Before we close the book on the 2020 NFL draft for the Patriots, I have a few things left to get off my chest on why I was so underwhelmed with their performance over the three days last week.
Topics include: Kyle Dugger, Damien Harris & Belichick's history; not taking a receiver and making the offense wait; overpaying for Dalton Keene; and the over-reliance on Michigan players and the rise of Jedd Fisch. My grievances do not include not taking a quarterback, where anyone beyond Joe Burrow or Tua Tagovailoa was not an upgrade over Jarrett Stidham.
We also get into the NFL, typically, flying into the season with blinders on to the pandemic, and why it might be wise for teams to carry an extra veteran quarterback into the season amid the uncertainty.
But first, our airing of Patriots draft grievances:
1. Kyle Dugger, Damien Harris & Belichick's history.
I think Kyle Dugger eventually will be a good player for the Patriots. He possesses all the tools to be a better player than Patrick Chung, provided Dugger is as mentally as tough as the strong safety. He's younger, hopefully more durable (despite a mildly concerning injury history for Dugger), he's a more explosive athlete and is bigger. So it makes sense, considering Chung will be 33 this season.
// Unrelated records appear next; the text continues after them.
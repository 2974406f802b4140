/** p / q, q ≥ 1. */
export type Ratio = readonly [p: bigint, q: bigint];

/**
 * The fraction with the smallest denominator in a closed interval, by continued fractions of both ends.
 *
 * @param low - at least 0
 * @param high - at least `low`
 */
export function simplestBetween([a, b]: Ratio, [c, d]: Ratio): Ratio {
  const whole = a / b;
  if (whole * b === a) return [whole, 1n];
  if ((whole + 1n) * d <= c) return [whole + 1n, 1n];
  // both ends lie strictly inside (whole, whole + 1): go on with the reciprocals of what is left, in reverse order
  const [p, q] = simplestBetween([d, c - whole * d], [b, a - whole * b]);
  return [whole * p + q, p];
}

/**
 * The neighbours of p / q among all fractions with denominators up to `most` (its neighbours in the Farey sequence): p′ / q′
 * with |p q′ − p′ q| = 1 and q′ as large as possible.
 *
 * @param fraction - in lowest terms, q ≤ most
 */
export function fareyNeighbours([p, q]: Ratio, most: bigint): { below: Ratio; above: Ratio } {
  const inverse = inverseModulo(p, q);
  const largest = (residue: bigint): bigint => most - modulo(most - residue, q);
  const [s, t] = [largest(inverse), largest(-inverse)];
  return { below: [(p * s - 1n) / q, s], above: [(p * t + 1n) / q, t] };
}

function modulo(n: bigint, q: bigint): bigint {
  const rest = n % q;
  return rest < 0n ? rest + q : rest;
}

/** x with p x = 1 modulo q, for coprime p and q (Euclid). */
function inverseModulo(p: bigint, q: bigint): bigint {
  let [r, s] = [modulo(p, q), q];
  let [x, y] = [1n, 0n];
  while (s !== 0n) {
    const quotient = r / s;
    [r, s] = [s, r - quotient * s];
    [x, y] = [y, x - quotient * y];
  }
  return modulo(x, q);
}
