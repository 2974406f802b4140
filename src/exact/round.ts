import { scaledBounds } from "./bounds.js";
import { absolute, bitLength, exactSqrt, floorSqrt } from "./integer.js";
import type { Terms } from "./terms.js";

/** Which neighbouring double: the nearest (ties to even), the largest one below or equal, the smallest one above or equal. */
export type Rounding = "nearest" | "down" | "up";

/** Digits of a double, and the exponent of the smallest one. */
const DIGITS = 53;
const LEAST_EXPONENT = -1074;

/**
 * The double next to a fraction, subnormal numbers and overflow as in IEEE 754: to nearest, what is at least half a unit above
 * the largest double becomes infinite; down and up stop at the largest double on the side towards zero.
 *
 * @param numerator - a whole number
 * @param denominator - a whole number > 0
 */
export function roundQuotient(numerator: bigint, denominator: bigint, rounding: Rounding): number {
  if (numerator === 0n) return 0;
  const negative = numerator < 0n;
  const towardsZero = rounding === (negative ? "up" : "down");
  const modulus = roundModulus(absolute(numerator), denominator, rounding === "nearest" ? "nearest" : towardsZero);
  return negative && modulus !== 0 ? -modulus : modulus;
}

/** @param rounding - to nearest, or whether towards zero */
function roundModulus(n: bigint, d: bigint, rounding: "nearest" | boolean): number {
  // 2^(guess − 1) < n / d < 2^(guess + 1)
  let exponent = bitLength(n) - bitLength(d);
  if (compareToPower(n, d, exponent) < 0) exponent--;
  // now 2^exponent ≤ n / d < 2^(exponent + 1)
  const unit = Math.max(exponent - DIGITS + 1, LEAST_EXPONENT);
  const [above, below] = unit >= 0 ? [n, d << BigInt(unit)] : [n << BigInt(-unit), d];
  let quotient = above / below;
  const rest = above - quotient * below;
  if (rest !== 0n && rounding !== true) {
    const twice = 2n * rest;
    if (rounding === false || twice > below || (twice === below && (quotient & 1n) === 1n)) quotient++;
  }
  return scaleByPower(quotient, unit, rounding === true);
}

/** The sign of n / d − 2^e. */
function compareToPower(n: bigint, d: bigint, e: number): number {
  const [left, right] = e >= 0 ? [n, d << BigInt(e)] : [n << BigInt(-e), d];
  return left < right ? -1 : left > right ? 1 : 0;
}

/** quotient · 2^unit, where the quotient has at most 53 digits or is 2^53. */
function scaleByPower(quotient: bigint, unit: number, towardsZero: boolean): number {
  if (unit > 971 || (unit === 971 && quotient >> BigInt(DIGITS) !== 0n)) {
    return towardsZero ? Number.MAX_VALUE : Number.POSITIVE_INFINITY;
  }
  // both factors are doubles, so that subnormal numbers keep their digits
  const half = Math.trunc(unit / 2);
  return Number(quotient) * 2 ** half * 2 ** (unit - half);
}

/** Binary places of the first attempt at an irrational number. */
const FIRST_BITS = 96;

/**
 * The double next to a real number, exactly as if it were computed to infinite precision first.
 *
 * A rational number is rounded as a fraction. An irrational one is never a double nor half way between two, so its bounds
 * round alike once they are close enough.
 *
 * @param a - a real number; its imaginary parts are not looked at
 */
export function roundReal(a: Terms, rounding: Rounding): number {
  if (a.roots.length === 0) return 0;
  if (a.roots.length === 1 && a.roots[0] === 1n) return roundQuotient(a.re[0] as bigint, a.den, rounding);
  for (let bits = FIRST_BITS; ; bits *= 2) {
    const { lower, upper } = scaledBounds(a, bits);
    const denominator = a.den << BigInt(bits);
    const low = roundQuotient(lower, denominator, rounding);
    // bounds of opposite signs are never close enough, though both may round to zero
    if (lower > 0n === upper > 0n && low === roundQuotient(upper, denominator, rounding)) return low;
  }
}

/**
 * The double nearest to the square root of a real number ≥ 0, correctly rounded; the root itself need not lie in the field.
 *
 * @param a - a real number ≥ 0
 */
export function roundRoot(a: Terms): number {
  if (a.roots.length === 0) return 0;
  if (a.roots.length === 1 && a.roots[0] === 1n) {
    const [x, d] = [exactSqrt(a.re[0] as bigint), exactSqrt(a.den)];
    if (x !== undefined && d !== undefined) return roundQuotient(x, d, "nearest");
  }
  for (let bits = FIRST_BITS; ; bits *= 2) {
    const { lower, upper } = scaledBounds(a, bits);
    if (lower < 0n) continue;
    // √(y / (den 2^bits)) = √(y den 2^bits) / (den 2^bits)
    const denominator = a.den << BigInt(bits);
    const low = roundQuotient(floorSqrt(lower * denominator), denominator, "nearest");
    const high = roundQuotient(floorSqrt(upper * denominator) + 1n, denominator, "nearest");
    if (low === high) return low;
  }
}
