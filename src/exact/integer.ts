/** Greatest common divisor of two safe integers; non-negative, and 0 only for 0 and 0. */
export function gcdSafe(a: number, b: number): number {
  let x = Math.abs(a);
  let y = Math.abs(b);
  while (y !== 0) {
    const rest = x % y;
    x = y;
    y = rest;
  }
  return x;
}

const SAFE = BigInt(Number.MAX_SAFE_INTEGER);

/** Whether a whole number is a safe integer, so that a double holds it and its neighbours. */
export function isSafe(n: bigint): boolean {
  return n <= SAFE && n >= -SAFE;
}

/** The modulus of a whole number. */
export function absolute(n: bigint): bigint {
  return n < 0n ? -n : n;
}

/** Greatest common divisor (Euclid); non-negative, and 0 only for 0 and 0. */
export function gcd(a: bigint, b: bigint): bigint {
  let x = absolute(a);
  let y = absolute(b);
  while (y !== 0n) {
    if (x <= SAFE && y <= SAFE) return BigInt(gcdSafe(Number(x), Number(y)));
    const rest = x % y;
    x = y;
    y = rest;
  }
  return x;
}

/** The number of binary digits of |n|; 0 for 0. */
export function bitLength(n: bigint): number {
  const digits = absolute(n).toString(16);
  const first = Number.parseInt(digits.charAt(0), 16);
  return 4 * (digits.length - 1) + (32 - Math.clz32(first));
}

/** The whole part of √n for n ≥ 0 (Newton's iteration from above, which descends until it is reached). */
export function floorSqrt(n: bigint): bigint {
  if (n < 0x10000000000000n) return BigInt(Math.floor(Math.sqrt(Number(n))));
  const bits = bitLength(n);
  const drop = (bits - 52 + 1) & ~1;
  const start = BigInt(Math.floor(Math.sqrt(Number(n >> BigInt(drop)))) + 1);
  let root = start << BigInt(drop / 2);
  for (;;) {
    const next = (root + n / root) >> 1n;
    if (next >= root) return root;
    root = next;
  }
}

/** √n where it is whole; undefined otherwise, and for n < 0. */
export function exactSqrt(n: bigint): bigint | undefined {
  if (n < 0n) return undefined;
  const last = Number(n & 15n);
  if (last !== 0 && last !== 1 && last !== 4 && last !== 9) return undefined;
  const root = floorSqrt(n);
  return root * root === n ? root : undefined;
}
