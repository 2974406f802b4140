import { describe, expect, it } from "vitest";
import { Operator } from "../../src/index.js";
import { oscillator } from "../../src/models/oscillator.js";
import {
  bruteForce,
  expectAllOrders,
  expectEnclosed,
  expectNear,
  expectValues,
  goodBasis,
  pick,
  second,
  shift,
  symmetric,
} from "./support.js";

// Bender and Wu, Phys. Rev. 184, 1231 (1969): E = 1/2 + (3/4)λ − (21/8)λ² + …; from memory. E1 = (6n² + 6n + 3)/4 and
// E2 = −(34n³ + 51n² + 59n + 21)/8 of the excited states are from memory too.
describe("quartic anharmonic oscillator", () => {
  const { n, number, xPower, x } = oscillator(20);
  const h0 = number.plus(Operator.identity(n).scale(0.5));
  const v = xPower(4);
  const basis = goodBasis({ h0, v }, { levels: { lowest: 4 }, lambda: 1e-3 });

  it.each([
    { level: 0, e1: 3 / 4, e2: -21 / 8, tolerance1: 1e-9, tolerance2: 3e-9 },
    { level: 1, e1: 3.75, e2: -20.625, tolerance1: 1e-10, tolerance2: 1e-9 },
    { level: 2, e1: 9.75, e2: -76.875, tolerance1: 1e-10, tolerance2: 1e-9 },
    { level: 3, e1: 18.75, e2: -196.875, tolerance1: 1e-10, tolerance2: 1e-9 },
  ])("n = $level: E1 = $e1, E2 = $e2", ({ level, e1, e2, tolerance1, tolerance2 }) => {
    const state = pick(basis, level + 0.5);
    expectEnclosed(shift(state), e1, tolerance1);
    expectEnclosed(second(basis, state), e2, tolerance2);
    expectNear((6 * level ** 2 + 6 * level + 3) / 4, e1, 1e-12);
    expectNear(-(34 * level ** 3 + 51 * level ** 2 + 59 * level + 21) / 8, e2, 1e-12);
  });

  it("agrees with the curvature of the diagonalised matrix", () => {
    const lowest = (lambda: number): number => Math.min(...bruteForce(h0.plus(v.scale(lambda))));
    const step = 1e-3;
    expectNear((lowest(step) + lowest(-step) - 1) / (2 * step * step), -2.625, 2e-2);
  });

  it("the fourth power of the truncated x is wrong in its last rows only", () => {
    const power = x.power(4);
    for (let i = 0; i < n; i++) {
      const error = Math.abs(power.entry(i, i).re - v.entry(i, i).re);
      if (i < n - 2) expect(error).toBeLessThan(1e-10);
      else expect(error).toBeGreaterThan(1);
    }
  });
});

// Exact roots V0(1 − ε) and (V0/2)(3 ± √(1 + 4ε²)): Griffiths and Schroeter, Introduction to Quantum Mechanics; from memory.
describe("three levels, two of them degenerate", () => {
  const h0 = Operator.diagonal([1, 1, 2]);
  const v = symmetric(3, [
    [0, 0, -1],
    [1, 2, 1],
  ]);
  const basis = goodBasis({ h0, v, candidates: { A: Operator.diagonal([1, 0, 0]) } }, { depth: "labels" });

  it("E1 = −1, 0, 0 and E2 = 0, −1, 1", () => {
    expectAllOrders(basis.study);
    const [one, two, three] = [pick(basis, 1, { A: 1 }), pick(basis, 1, { A: 0 }), pick(basis, 2, { A: 0 })];
    expectEnclosed(shift(one), -1, 1e-12);
    expectEnclosed(second(basis, one), 0, 1e-12);
    expectEnclosed(shift(two), 0, 1e-12);
    expectEnclosed(second(basis, two), -1, 1e-12);
    expectEnclosed(shift(three), 0, 1e-12);
    expectEnclosed(second(basis, three), 1, 1e-12);
  });

  it("agrees with the exact roots at ε = 0.3", () => {
    const root = Math.sqrt(1 + 4 * 0.09);
    expectValues(
      bruteForce(h0.plus(v.scale(0.3))),
      [
        [0.7, 1],
        [(3 + root) / 2, 1],
        [(3 - root) / 2, 1],
      ],
      1e-12,
    );
  });

  it("needs no label to be good: V tells the pair apart at first order", () => {
    const bare = goodBasis({ h0, v });
    expect(bare.states.map((state) => state.safe)).toEqual([
      { energies: 2, states: 0 },
      { energies: 2, states: 0 },
      { energies: "all", states: "all" },
    ]);
    expect(bare.levels[0]?.evidence.nodes.map((node) => node.kind)).toEqual(["perturbation"]);
  });
});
But unless Bill Belichick knows something we don't about Chung possibly pulling a Rob Ninkovich and retiring as training camp starts, when is Dugger going to play outside of a few matchup games here and there? Players drafted in the second round — certainly 37th overall as the team's first selection — should be expected to be a starter by the end of their rookie season. Outside of an injury to Chung — who is a Belichick favorite — how is Dugger going to see the field (watch Chung get hurt in Week 1 and Dugger plays well the entire season ... bleh)? They already have Terrence Brooks as an emergency player and he'll be in the system for a second-straight year.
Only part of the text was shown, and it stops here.